THE INPUT
################

Without a ``.tran`` card every TSTEP default is taken as 0 (instantaneous
edges), an omitted PW as unbounded (the pulse never falls), an omitted PER as
"no repetition" (one pulse) and an omitted SIN FREQ as unknown (the sine is
held at its starting value, the limit of a very slow sine). Each waveform
lists these choices in ``notes`` and the parameters it filled in ``defaulted``.
"""

from __future__ import annotations

import abc
import dataclasses
import math
from collections.abc import Callable, Mapping, Sequence
from dataclasses import dataclass, field
from types import MappingProxyType
from typing import ClassVar

INF = math.inf
_TWO_PI = 2.0 * math.pi
# The bound on every value and time that keeps the waveform arithmetic finite: past it a
# time times a rate overflows a float (1e308 degrees of SIN phase is already inf radians).
# No power stage comes near it (common practice: picoseconds to hours, up to megavolts).
LARGEST_MAGNITUDE = 1e30


class WaveformError(ValueError):
    """A source waveform whose values cannot describe a waveform; the message says what fits."""


@dataclass(frozen=True, slots=True)
class TransientSettings:
    """The deck's ``.tran`` step and stop time, when the deck has one."""

    tstep: float | None = None
    tstop: float | None = None

    def __post_init__(self) -> None:
        for name in ("tstep", "tstop"):
            value = getattr(self, name)
            if value is not None:
                check_tran_time(name, value)


def check_tran_time(name: str, value: float) -> None:
    """Raise WaveformError unless ``value`` can be the ``.tran`` TSTEP or TSTOP (``name``)."""
    if not (math.isfinite(value) and value > 0.0):
        raise WaveformError(f".tran {name.upper()} is {value!r}; expected a time > 0 s")
    if not 1.0 / LARGEST_MAGNITUDE <= value <= LARGEST_MAGNITUDE:
        # The lower bound too: 1/TSTOP becomes the default SIN frequency.
        raise WaveformError(
            f".tran {name.upper()} is {value:g} s; expected a time from "
            f"{1.0 / LARGEST_MAGNITUDE:g} s to {LARGEST_MAGNITUDE:g} s"
        )


_NO_TRAN = TransientSettings()
_NO_OPTIONS: Mapping[str, float] = MappingProxyType({})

################

EXERCISE DETAILS
Could the entire listing be repeated exactly as written?

EXERCISE ANSWER
Without a ``.tran`` card every TSTEP default is taken as 0 (instantaneous
edges), an omitted PW as unbounded (the pulse never falls), an omitted PER as
"no repetition" (one pulse) and an omitted SIN FREQ as unknown (the sine is
held at its starting value, the limit of a very slow sine). Each waveform
lists these choices in ``notes`` and the parameters it filled in ``defaulted``.
"""

from __future__ import annotations

import abc
import dataclasses
import math
from collections.abc import Callable, Mapping, Sequence
from dataclasses import dataclass, field
from types import MappingProxyType
from typing import ClassVar

INF = math.inf
_TWO_PI = 2.0 * math.pi
# The bound on every value and time that keeps the waveform arithmetic finite: past it a
# time times a rate overflows a float (1e308 degrees of SIN phase is already inf radians).
# No power stage comes near it (common practice: picoseconds to hours, up to megavolts).
LARGEST_MAGNITUDE = 1e30


class WaveformError(ValueError):
    """A source waveform whose values cannot describe a waveform; the message says what fits."""


@dataclass(frozen=True, slots=True)
class TransientSettings:
    """The deck's ``.tran`` step and stop time, when the deck has one."""

    tstep: float | None = None
    tstop: float | None = None

    def __post_init__(self) -> None:
        for name in ("tstep", "tstop"):
            value = getattr(self, name)
            if value is not None:
                check_tran_time(name, value)


def check_tran_time(name: str, value: float) -> None:
    """Raise WaveformError unless ``value`` can be the ``.tran`` TSTEP or TSTOP (``name``)."""
    if not (math.isfinite(value) and value > 0.0):
        raise WaveformError(f".tran {name.upper()} is {value!r}; expected a time > 0 s")
    if not 1.0 / LARGEST_MAGNITUDE <= value <= LARGEST_MAGNITUDE:
        # The lower bound too: 1/TSTOP becomes the default SIN frequency.
        raise WaveformError(
            f".tran {name.upper()} is {value:g} s; expected a time from "
            f"{1.0 / LARGEST_MAGNITUDE:g} s to {LARGEST_MAGNITUDE:g} s"
        )


_NO_TRAN = TransientSettings()
_NO_OPTIONS: Mapping[str, float] = MappingProxyType({})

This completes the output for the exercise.